清晰地记得,小时候家乡家家都种植棉花,除去征缴任务外便留各自家用。我记得当时家乡有两种棉花,其中有一种叫本棉花,另一种就是广泛种植的棉花。本棉花枝矮果小棉朵也小,絮丝柔韧度好于普通棉花,但产量低,时间不长就被淘汰了。春天,农家把棉籽播种下地,有满种地块更有套种在条播元麦垄两旁边的,一铲一铲点播。当棉苗出土,元麦也一天天发黄,最后待元麦割去,田块就成了绿油油的棉田。
大概在上世纪五十年代末六十年代初,棉花播种推广了棉种药浸和营养钵下籽的新方法,先在基肥调配好的地块上用手工机模做成一个像蜂窝煤球大小的钵子,再在每个钵里种上棉籽。等棉苗出土后再一个个移栽到大田。这种方法好处是棉苗壮实,成活率高、但费工费力。夏天,棉苗郁郁葱葱,但由于棉铃虫的肆虐,必须多次打药治虫。
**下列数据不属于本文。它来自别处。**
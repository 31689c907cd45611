from __future__ import annotations

import math
from itertools import pairwise

import pytest
from hypothesis import assume, example, given
from hypothesis import strategies as st

from toewright.model.errors import InputError
from toewright_cli.options import LARGEST_COUNT, SideChoice, parse_list


@pytest.mark.parametrize(
    ("text", "values"),
    [
        ("-25:25:3", [-25.0, 0.0, 25.0]),
        ("-25:25:11", [-25.0, -20.0, -15.0, -10.0, -5.0, 0.0, 5.0, 10.0, 15.0, 20.0, 25.0]),
        ("3:3:1", [3.0]),
        (" -1 : 1 : 2 ", [-1.0, 1.0]),
        ("5", [5.0]),
        ("-5", [-5.0]),
        ("-5,-1.5,0,2e1", [-5.0, -1.5, 0.0, 20.0]),
        ("-0.3:0.3:7", [-0.3, -0.2, -0.1, 0.0, 0.1, 0.2, 0.3]),
    ],
)
def test_a_list_is_read(text: str, values: list[float]) -> None:
    assert parse_list(text, "--travel") == pytest.approx(values, abs=1e-15)


def test_no_list_stays_none() -> None:
    assert parse_list(None, "--rack") is None


def test_the_design_position_is_hit_exactly() -> None:
    assert 0.0 in (parse_list("-0.3:0.3:21", "--travel") or [])


@pytest.mark.parametrize(
    ("text", "why"),
    [
        ("", "empty"),
        ("   ", "empty"),
        (",", "not a number"),
        ("1,,2", "not a number"),
        ("1,2,", "not a number"),
        ("x", "'x' is not a number"),
        ("nan", "not a number"),
        ("inf", "not a number"),
        ("1;2", "not a number"),
        ("2,1", "1 after 2 does not ascend"),
        ("1,1", "does not ascend"),
        ("5:1:3", "5 to 1 does not ascend"),
        ("1:1:2", "does not ascend"),
        ("1:2", "2 parts"),
        ("1:2:3:4", "4 parts"),
        ("1:2:0", "n is '0'"),
        ("1:2:-3", "n is '-3'"),
        ("1:2:2.5", "n is '2.5'"),
        ("1:2:", "n is ''"),
        ("1:2:\u00b2", "n is '\u00b2'"),
        ("1:2:99999999999999999999", "n is"),
        (f"1:2:{LARGEST_COUNT + 1}", "n is"),
        ("1:2:1", "can't span"),
        ("0:5e-324:9", "does not ascend"),
        ("1e300", "more than any car has"),
        ("-9000:9000:3", "more than any car has"),
    ],
)
def test_a_bad_list_is_refused_with_option_value_and_reason(text: str, why: str) -> None:
    with pytest.raises(InputError) as caught:
        parse_list(text, "--travel")
    sentence = str(caught.value)
    assert sentence.startswith("--travel")
    assert text.strip() in sentence
    assert why in sentence
    assert "\n" not in sentence


@given(
    st.floats(-2000, 2000, allow_subnormal=False),
    st.floats(-2000, 2000, allow_subnormal=False),
    st.integers(2, 500),
)
@example(-30.0, 30.0, 21)
def test_evenly_spaced_lists_have_exact_ends_and_ascend(low: float, high: float, count: int) -> None:
    assume(high - low > 1e-3)
    values = parse_list(f"{low!r}:{high!r}:{count}", "--rack")
    assert values is not None
    assert len(values) == count
    assert math.isclose(values[0], low, abs_tol=1e-11)
    assert math.isclose(values[-1], high, abs_tol=1e-11)
    assert all(a < b for a, b in pairwise(values))


@given(st.lists(st.floats(-2000, 2000), min_size=1, max_size=9, unique=True))
def test_listed_values_come_back_as_written(values: list[float]) -> None:
    ordered = sorted(values)
    assert parse_list(",".join(repr(v) for v in ordered), "--rack") == ordered


@given(st.text(max_size=12))
def test_any_text_is_read_or_refused(text: str) -> None:
    try:
        values = parse_list(text, "--travel")
    except InputError:
        return
    assert values
    assert all(math.isfinite(v) for v in values)


def test_sides() -> None:
    assert SideChoice.BOTH.sides == ("left", "right")
    assert SideChoice.RIGHT.sides == ("right",)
棉苗长到40公分高时还要一棵一棵掐头促使它发枝,家乡人叫“打头”。当紫红、淡黄各色“棉花”绽放之时,原野就成了艳丽的生态公园。
花谢果出,由小而大,无数棉果(棉桃)随风摇曳,这时的棉田又是一番景象。入秋后棉桃开始裂开小嘴,露出洁白的花絮。趁着好天,身背竹篓竹筐或围着围裙的大人小孩就忙着收采棉花,田野唱响起“棉花似花不是花,昂首怒放秋阳下,棉海无缘蜂蝶恋,只留温暖予万家”的童谣。
经历了种花、采花,接着下来就要检花、轧花、弹花。棉花收到家后,农家要利用晚上时间抓紧分检分级,以便交售和家用。轧花是让花絮与棉籽分离。脚踏轮子带动两根光棍的相向运转,卷入的棉花出来就是絮是絮、籽是籽,籽留作种籽和榨油,皮棉絮就用作下面的工序:弹花,搓棉条、摇棉花。
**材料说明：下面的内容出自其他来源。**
"""The hardpoint file as it is written: a pydantic model, in the file's own axes and units."""

from __future__ import annotations

from typing import Annotated, Any, Literal

from pydantic import AfterValidator, BaseModel, ConfigDict, Field

LARGEST = 1e6
"""No number of a car is larger, in any unit."""


def _one_line(text: str) -> str:
    if not text.isprintable():
        raise ValueError("is not one line of printable text; write it in one line")
    return text


Title = Annotated[str, Field(max_length=200), AfterValidator(_one_line)]
Number = Annotated[float, Field(ge=-LARGEST, le=LARGEST, allow_inf_nan=False)]
Positive = Annotated[float, Field(gt=0.0, le=LARGEST, allow_inf_nan=False)]
Point = Annotated[list[Number], Field(min_length=3, max_length=3)]


class Table(BaseModel):
    """Every table refuses keys that it does not know."""

    model_config = ConfigDict(extra="forbid", strict=True)


class VehicleTable(Table):
    axle: Literal["front", "rear"] = Field("front", description="which axle this is")
    wheelbase: Positive | None = Field(None, description="distance to the other axle, length unit")
    other_axle: str | None = Field(None, description="file of the other axle, relative to this one")
    cg_height: Positive | None = Field(None, description="centre of gravity above the road, length unit")
    brake_share: Annotated[float, Field(ge=0.0, le=1.0, allow_inf_nan=False)] | None = Field(
        None, description="share of the braking force at this axle, 0 to 1"
    )
    brakes: Literal["outboard", "inboard"] | None = Field(None, description="where brake torque is reacted")
    drive: Literal["outboard", "inboard"] | None = Field(None, description="where drive torque is reacted")
    front_overhang: Positive | None = Field(None, description="front axle to the foremost body corner, length unit")
    body_width: Positive | None = Field(None, description="width of the body at that corner, length unit")


class WheelTable(Table):
    loaded_radius: Positive = Field(description="wheel centre to road at rest, length unit")
    tyre_width: Positive | None = Field(None, description="length unit")
    rim_diameter: Positive | None = Field(
        None, description="diameter across which workshop toe is measured, length unit"
    )
    rim_width: Positive | None = Field(None, description="length unit")


class SetupTable(Table):
    toe_in: Annotated[float, Field(gt=-20.0, lt=20.0, allow_inf_nan=False)] = Field(
        0.0, description="deg each wheel, toe-in +"
    )
    camber: Annotated[float, Field(gt=-20.0, lt=20.0, allow_inf_nan=False)] = Field(
        0.0, description="deg, top outboard +"
    )


class RackTable(Table):
    axis: Point | None = Field(None, description="direction of the rack in the file's axes; to the left when left out")
    stroke: Positive = Field(description="travel each way, length unit")
    travel_per_turn: Positive | None = Field(
        None, description="rack travel for one turn of the hand wheel, length unit"
    )


class DoubleWishbonePoints(Table):
    upper_pivot_front: Point
    upper_pivot_rear: Point
    upper_ball_joint: Point
    lower_pivot_front: Point
    lower_pivot_rear: Point
    lower_ball_joint: Point
    tie_rod_inner: Point
    tie_rod_outer: Point
    wheel_centre: Point


class StrutPoints(Table):
    lower_pivot_front: Point
    lower_pivot_rear: Point
    lower_ball_joint: Point
    strut_top_mount: Point
    strut_axis_point: Point = Field(description="any point of the strut's axis, fixed to the upright")
    tie_rod_inner: Point
    tie_rod_outer: Point
    wheel_centre: Point


class DoubleWishboneCorner(Table):
    type: Literal["double-wishbone"]
    points: DoubleWishbonePoints


class StrutCorner(Table):
    type: Literal["strut"]
    points: StrutPoints


AnyCorner = Annotated[DoubleWishboneCorner | StrutCorner, Field(discriminator="type")]


class HardpointFile(Table):
    """One file, one axle."""

    file_schema: Literal[1] = Field(1, alias="schema", description="version of this format")
    title: Title = ""
    axes: Literal["iso-8855", "sae-j670"] = Field(
        "iso-8855", description="iso-8855: x forward, y left, z up; sae-j670: x forward, y right, z down"
    )
    length_unit: Literal["mm", "m", "in"] = "mm"
    vehicle: VehicleTable = Field(default_factory=lambda: VehicleTable.model_validate({}))
    wheel: WheelTable
    setup: SetupTable = Field(default_factory=lambda: SetupTable.model_validate({}))
    rack: RackTable | None = Field(None, description="leave out where the inner tie rod joint is fixed to the body")
    left: AnyCorner
    right: AnyCorner | None = Field(None, description="leave out for the mirror image of the left")
    targets: dict[str, Any] | None = Field(None, description="limits that `toewright check` tests")
    tolerance: dict[str, Any] | None = Field(None, description="build scatter of the points")
    adjusters: dict[str, Any] | None = Field(None, description="what the workshop can turn and shim")


def json_schema() -> dict[str, Any]:
    """JSON schema of the hardpoint file, for editors."""
    schema = HardpointFile.model_json_schema(by_alias=True)
    return {"$schema": "https://json-schema.org/draft/2020-12/schema", **schema, "title": "toewright hardpoint file"}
弹花匠肩扛一把长长的弹弓,弓弦在弹锤的拨动下发出有节奏的“嘭嘭”声,棉花的纤丝被弹开变得异常蓬松软熟。要打棉胎的就此打成棉胎,要想织布的就弹成薄薄的一层层卷起成棉滚筒。花筒展开在桌上,一人撕成2~3厘米宽的条状,一人压上一根细黍桔梃,再用小木盆盖用力搓几下往外一抽,一根棉条就成了。粗约1厘米,长25厘米左右。
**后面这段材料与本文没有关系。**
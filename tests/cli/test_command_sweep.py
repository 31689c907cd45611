from __future__ import annotations

import csv
import json
import os
from pathlib import Path

import numpy as np
import pytest
import xarray as xr
from command_line import Cli
from corners import HARDPOINTS, SAMPLES

import toewright as tw
from toewright.kinematics.status import STATUS_NAMES

FRONT = HARDPOINTS / "marten_front.toml"
REAR = HARDPOINTS / "marten_rear.toml"
UNEQUAL = HARDPOINTS / "ibex_front.toml"

FIRST_COLUMNS = (
    "side,rack_travel,wheel_travel,status,steer_angle,toe_in,camber,caster,kingpin_inclination,scrub_radius,mechanical_trail,"
    "wheel_centre_offset,wheel_centre_trail,bump_steer,bump_steer_rate,steer_rate,camber_gain,transmission_angle,"
    "wheel_centre_x,wheel_centre_y,wheel_centre_z,contact_x,contact_y,contact_z"
).split(",")

BEYOND = "-300:320:9"
"""Wheel travel that the front sample cannot follow to its ends."""


@pytest.mark.parametrize("sample", SAMPLES, ids=lambda p: p.stem)
def test_every_sample_shows_bump_steer_worst_place_and_ranges(cli: Cli, sample: Path) -> None:
    result = cli("sweep", sample)
    assert result.code == 0
    assert "Bump steer, left wheel: change of toe from zero wheel travel, in deg per wheel" in result.out
    assert "Worst place: " in result.out
    assert "Signs: steer angle: to the left +;" in result.out
    assert "all reached" in result.out


@pytest.mark.parametrize("width", [80, 100])
def test_tables_keep_to_the_width(cli: Cli, monkeypatch: pytest.MonkeyPatch, width: int) -> None:
    result = cli("sweep", UNEQUAL)
    assert result.code == 0
    monkeypatch.setenv("COLUMNS", str(width))
    for arguments in (["sweep", UNEQUAL, "--toe-unit", "in"], ["check", UNEQUAL, "--explain"]):
        done = cli(*arguments)
        tables = [line for line in done.out.splitlines() if line.startswith(" ")]
        assert tables
        assert max(len(line) for line in tables) <= width
        assert "…" not in done.out


def test_the_table_agrees_with_the_library(cli: Cli) -> None:
    result = cli("sweep", FRONT, "--travel", "-20:20:5")
    maps = tw.sweep(tw.load(FRONT), None, np.linspace(-20, 20, 5))
    worst = float(np.nanmax(np.abs(maps["bump_steer"][0])))
    lines = result.out.splitlines()
    body = [line.split() for line in lines if line.strip().startswith(("+20.0", "+10.0", "0.0", "-10.0", "-20.0"))]
    assert [row[0] for row in body] == ["+20.0", "+10.0", "0.0", "-10.0", "-20.0"]
    for row, j in zip(body, (4, 3, 2, 1, 0), strict=True):
        values = maps["bump_steer"][0, [0, 10, 20], j]
        expected = [f"{abs(v):.3f}{'' if v == 0.0 else ' in' if v > 0 else ' out'}" for v in values]
        assert " ".join(row[1:]) == " ".join(expected)
    assert (
        f"Worst place: {worst:.3f} deg toe-in per wheel: left wheel at rack +30.0 mm, wheel travel +20 mm (bump)"
        in (result.out)
    )


def test_locks_are_named_by_the_way_the_wheel_turns(cli: Cli) -> None:
    ahead = cli("sweep", FRONT, "--side", "left").out
    assert ahead.index("right lock") < ahead.index("straight ahead") < ahead.index("left lock")
    behind = cli("sweep", HARDPOINTS / "linnet_front.toml", "--side", "left").out
    assert behind.index("left lock") < behind.index("straight ahead") < behind.index("right lock")
    part = cli("sweep", FRONT, "--rack", "-10,0,10").out
    assert "to the left" in part
    assert " lock" not in part.split("Over the whole map")[0]


def test_mirror_images_are_shown_once_and_unequal_sides_twice(cli: Cli) -> None:
    once = cli("sweep", FRONT).out
    assert "right wheel:" not in once
    assert "The right wheel does the same with the rack the other way" in once
    assert "with the rack" not in cli("sweep", REAR).out
    twice = cli("sweep", UNEQUAL).out
    assert "Bump steer, left wheel:" in twice
    assert "Bump steer, right wheel:" in twice
    assert "Over the whole map, left wheel" in twice
    assert "Over the whole map, right wheel" in twice
    assert "Over the whole map, right wheel" not in once
    uneven = cli("sweep", FRONT, "--rack", "0,10,20").out
    assert "Bump steer, right wheel:" in uneven


def test_the_total_of_both_wheels(cli: Cli) -> None:
    result = cli("sweep", UNEQUAL, "--toe-total", "--toe-unit", "min", "--rack", "0", "--travel", "-30,0,30")
    maps = tw.sweep(tw.load(UNEQUAL), [0.0], [-30.0, 0.0, 30.0])
    total = 60.0 * maps["bump_steer"][:, 0, 2].sum()
    assert "in min of arc total of both wheels" in result.out
    line = next(line for line in result.out.splitlines() if line.strip().startswith("+30.0"))
    assert line.split() == ["+30.0", f"{abs(total):.1f}", "in" if total > 0 else "out"]
    refused = cli("sweep", UNEQUAL, "--toe-total", "--side", "left")
    assert refused.code == 2
    assert "--toe-total" in refused.complaint


def test_where_the_linkage_stops_is_said_and_shown(cli: Cli) -> None:
    result = cli("sweep", FRONT, "--travel", BEYOND)
    assert result.code == 0
    assert "84 not" in result.out
    assert "The linkage stops inside this range" in result.out
    row = next(line for line in result.out.splitlines() if line.strip().startswith("+320.0"))
    assert set(row.split()[1:]) <= set(STATUS_NAMES) - {"ok"}
    assert "stops at wheel travel" in result.out


def test_rack_beyond_the_stroke_is_remarked(cli: Cli) -> None:
    result = cli("sweep", FRONT, "--rack", "-40:40:5")
    assert result.code == 0
    assert result.err.splitlines()[-1] == "remark: --rack goes beyond the rack's stroke of 30 mm each way"


def test_json_summary(cli: Cli) -> None:
    result = cli("sweep", FRONT, "--json", "--toe-unit", "mm", "--travel", "-20:20:5")
    assert result.code == 0
    summary = json.loads(result.out)
    maps = tw.sweep(tw.load(FRONT), None, np.linspace(-20, 20, 5))
    assert summary["poses"] == summary["poses_ok"] == 2 * 21 * 5
    assert summary["toe_scale"] == "mm per wheel across the 254 mm rim, toe-in +"
    left = summary["bump_steer"][0]
    assert [c["rack_travel"] for c in left["columns"]] == [-30.0, 0.0, 30.0]
    for column, i in zip(left["columns"], (0, 10, 20), strict=True):
        assert column["deg"] == maps["bump_steer"][0, i].tolist()
        in_mm = 254.0 * np.sin(np.radians(maps["bump_steer"][0, i]))
        assert column["toe_scale"] == pytest.approx(in_mm, abs=1e-12)
    assert left["worst"]["deg"] == pytest.approx(np.max(np.abs(maps["bump_steer"][0])), abs=1e-15)
    assert summary["ranges"]["right"]["camber"]["least"]["value"] == maps["camber"][1].min()
    assert summary["quantities"]["camber"]["sign"] == "top outboard +"


def read_csv(path: Path) -> tuple[list[str], list[list[str]]]:
    with path.open(newline="") as stream:
        rows = list(csv.reader(stream))
    return rows[0], rows[1:]


def test_csv_is_the_long_table_in_full_precision_with_empty_cells(cli: Cli, tmp_path: Path) -> None:
    path = tmp_path / "maps.csv"
    result = cli("sweep", FRONT, "--travel", BEYOND, "--rack", "-30:30:5", "--out", path)
    assert result.code == 0
    assert f"wrote {path}" in result.err
    header, rows = read_csv(path)
    assert header == FIRST_COLUMNS
    maps = tw.sweep(tw.load(FRONT), np.linspace(-30, 30, 5), np.linspace(-300, 320, 9))
    assert len(rows) == maps.status.size
    expected = iter(np.ndindex(maps.status.shape))
    for row in rows:
        s, i, j = next(expected)
        assert row[0] == maps.sides[s]
        assert (float(row[1]), float(row[2])) == (maps.rack_travel[i], maps.wheel_travel[j])
        assert row[3] == STATUS_NAMES[maps.status[s, i, j]]
        if row[3] == "ok":
            assert [float(cell) for cell in row[4:]] == [maps[name][s, i, j] for name in FIRST_COLUMNS[4:]]
        else:
            assert set(row[4:]) == {""}
    # straight ahead both ends of travel are the ends of the arms, with the tie rod nearly square to its arm
    ahead = {float(row[2]): row[3] for row in rows if float(row[1]) == 0.0}
    assert ahead[-300.0] == ahead[320.0] == "out-of-reach"
    assert ahead[10.0] == "ok"


def test_json_and_netcdf_hold_the_same_maps(cli: Cli, tmp_path: Path) -> None:
    maps = tw.sweep(tw.load(UNEQUAL), [-20.0, 0.0, 20.0], [-300.0, 0.0, 30.0])
    grid = ["--rack", "-20:20:3", "--travel", "-300,0,30"]
    for name in ("maps.json", "maps.nc"):
        assert cli("sweep", UNEQUAL, *grid, "--out", tmp_path / name).code == 0
    document = json.loads((tmp_path / "maps.json").read_text())
    assert document["dims"] == ["side", "rack_travel", "wheel_travel"]
    assert document["quantities"]["caster"] == {"unit": "deg", "sign": "top rearward +"}
    assert document["sha256"] == tw.load(UNEQUAL).sha256
    with xr.open_dataset(tmp_path / "maps.nc", engine="scipy") as dataset:
        for name in ("toe_in", "bump_steer", "contact_y"):
            plain = np.array(document[name], dtype=float)
            np.testing.assert_array_equal(plain, maps[name])
            np.testing.assert_array_equal(dataset[name].to_numpy(), maps[name])
            assert dataset[name].dims == ("side", "rack_travel", "wheel_travel")
        assert dataset["toe_in"].attrs["units"] == "deg"
        assert dataset["toe_in"].attrs["sign"] == "toe-in +"
    assert np.array(document["status"]).tolist() == maps.status_names.tolist()


def test_an_existing_output_is_kept_without_force(cli: Cli, tmp_path: Path) -> None:
    path = tmp_path / "maps.csv"
    path.write_text("mine")
    refused = cli("sweep", FRONT, "--out", path)
    assert refused.code == 2
    assert "exists already" in refused.complaint
    assert "--force" in refused.complaint
    assert path.read_text() == "mine"
    assert cli("sweep", FRONT, "--out", path, "--force").code == 0
    assert read_csv(path)[0] == FIRST_COLUMNS


def test_a_write_that_fails_half_way_leaves_nothing(cli: Cli, monkeypatch: pytest.MonkeyPatch, tmp_path: Path) -> None:
    def broken(*_: object) -> tuple[list[str], object]:
        def rows() -> object:
            yield ["left", 0.0]
            raise OSError(28, "No space left on device")

        return ["side", "rack_travel"], rows()

    path = tmp_path / "maps.csv"
    path.write_text("mine")
    monkeypatch.setattr("toewright_cli.show.maps.long_table", broken)
    result = cli("sweep", FRONT, "--out", path, "--force")
    assert result.code == 2
    assert "No space left on device" in result.complaint
    assert [p.name for p in tmp_path.iterdir()] == ["maps.csv"]
    assert path.read_text() == "mine"


@pytest.mark.parametrize(
    ("arguments", "words"),
    [
        (["--travel", ""], "--travel: the list is empty"),
        (["--travel", "5:-5:11"], "--travel 5:-5:11: 5 to -5 does not ascend"),
        (["--rack", "3,2,1"], "--rack 3,2,1: 2 after 3 does not ascend"),
        (["--rack", "a"], "--rack a: 'a' is not a number"),
        (["--rack", "0:1:1001", "--travel", "0:1:1001"], "2,004,002 poses"),
        (["--travel", "400,410"], "none of the positions asked for can be reached: left: stops at wheel travel"),
        (["--out", "maps.xls"], "--out maps.xls: the extension '.xls' is unknown; use .csv, .json or .nc"),
        (["--out", "maps"], "--out maps: there is no extension; use .csv, .json or .nc"),
        (["--out", "no/such/folder/maps.csv"], "the folder no/such/folder does not exist"),
        (["--toe-diameter", "-1"], "--toe-diameter -1: must be a length above 0 mm"),
    ],
)
def test_bad_requests_are_refused(cli: Cli, tmp_path: Path, arguments: list[str], words: str) -> None:
    result = cli("sweep", FRONT, *arguments)
    assert result.code == 2
    assert words in result.complaint


def test_bad_files_are_refused(cli: Cli, tmp_path: Path) -> None:
    broken = tmp_path / "broken.toml"
    broken.write_text("schema = 1\ntitle = \n")
    for path, words in (
        (tmp_path / "none.toml", "there is no such file"),
        (tmp_path, "is a folder"),
        (broken, "line 2"),
    ):
        result = cli("sweep", path)
        assert result.code == 2
        assert str(path) in result.complaint
        assert words in result.complaint


def test_a_folder_that_cannot_be_written_to_is_refused(
    cli: Cli, monkeypatch: pytest.MonkeyPatch, tmp_path: Path
) -> None:
    monkeypatch.setattr("os.access", lambda _, mode, **__: mode != os.W_OK)
    result = cli("sweep", FRONT, "--out", tmp_path / "maps.csv")
    assert result.code == 2
    assert "can't be written to" in result.complaint


def test_rack_travel_without_a_rack_is_refused(cli: Cli) -> None:
    result = cli("sweep", REAR, "--rack", "-10:10:3")
    assert result.code == 2
    assert f"{REAR}: has no [rack]" in result.complaint
    assert cli("sweep", REAR, "--rack", "0").code == 0


def test_one_side_and_the_contact_point_drive(cli: Cli, tmp_path: Path) -> None:
    path = tmp_path / "right.csv"
    options = ["--side", "right", "--travel-at", "contact-point", "--rack", "20", "--travel", "-20,0,20"]
    result = cli("sweep", FRONT, *options, "--out", path)
    assert "taken at the contact point" in result.out
    rows = read_csv(path)[1]
    assert {row[0] for row in rows} == {"right"}
    heights = [float(row[FIRST_COLUMNS.index("contact_z")]) for row in rows]
    design = float(tw.design_pose(tw.load(FRONT))["contact_z"][1, 0, 0])
    assert heights == pytest.approx([design - 20.0, design, design + 20.0], abs=1e-9)
    assert "- at" not in result.out


def test_explain_defines_what_is_shown(cli: Cli) -> None:
    text = " ".join(cli("sweep", FRONT, "--explain").out.split())
    for phrase in ("Definitions", "toe_in(rack, travel) - toe_in(rack, 0)", "steering axis", "spin axis"):
        assert phrase in text


def test_a_broad_request_shows_progress_on_stderr_only(cli: Cli, monkeypatch: pytest.MonkeyPatch) -> None:
    monkeypatch.setattr("toewright_cli.progress.PATIENCE", 0.0)
    result = cli("sweep", FRONT)
    assert "solving 882 poses ..." in result.err
    assert "solving" not in result.out


def test_the_first_run_says_that_it_compiles(cli: Cli, monkeypatch: pytest.MonkeyPatch) -> None:
    monkeypatch.setattr("toewright.kinematics.cache.kernels_cached", lambda: False)
    result = cli("sweep", FRONT)
    assert "compiling the solver for this machine, once" in result.err
    assert "compiling" not in result.out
摇棉花。这是家乡的方言,实质就是纺线(纺棉纱)。一部用木与竹制成的纺车,一头一个带摇把的纺轮,一头是锭子,借纺轮转动带动锭子的快速转动,把棉条纺成细纱。随着摇把的转动,呜呜”的声响下,纱线在锭子上绕成了中间粗两头细的纡子。棉条拉完了再接一根,待纡子大到一定程度时,就把它从锭子上取下,在锭子上卷上一张箸叶重新开始摇纺。纺纱是一项技术含量较高的活儿,两手紧密配合用力恰当方能纺出细纱。小孩子人小胳膊短,用力不知配合,我虽多次学纺终未能学会,但是,油灯下勤劳的母亲不停地纺纱的身影却牢牢地定格在我的脑海之中。一个个绕着雪白细纱的纡子经经纱、浆纱到最后织成布做成衣服穿在身上的温暖也时时氤氲在我的心中。
如今的家乡,由于种植计划的调整已早就不再种植棉花,那些采收、分检、压籽,弹、纺棉花的一幕幕手工劳动的情景也早已被现代工业化生产取代而渐行渐远。然而,那句“棉花似花不是花,温暖留赠千万家”的童谣却还时时回响在我们这代人的耳边。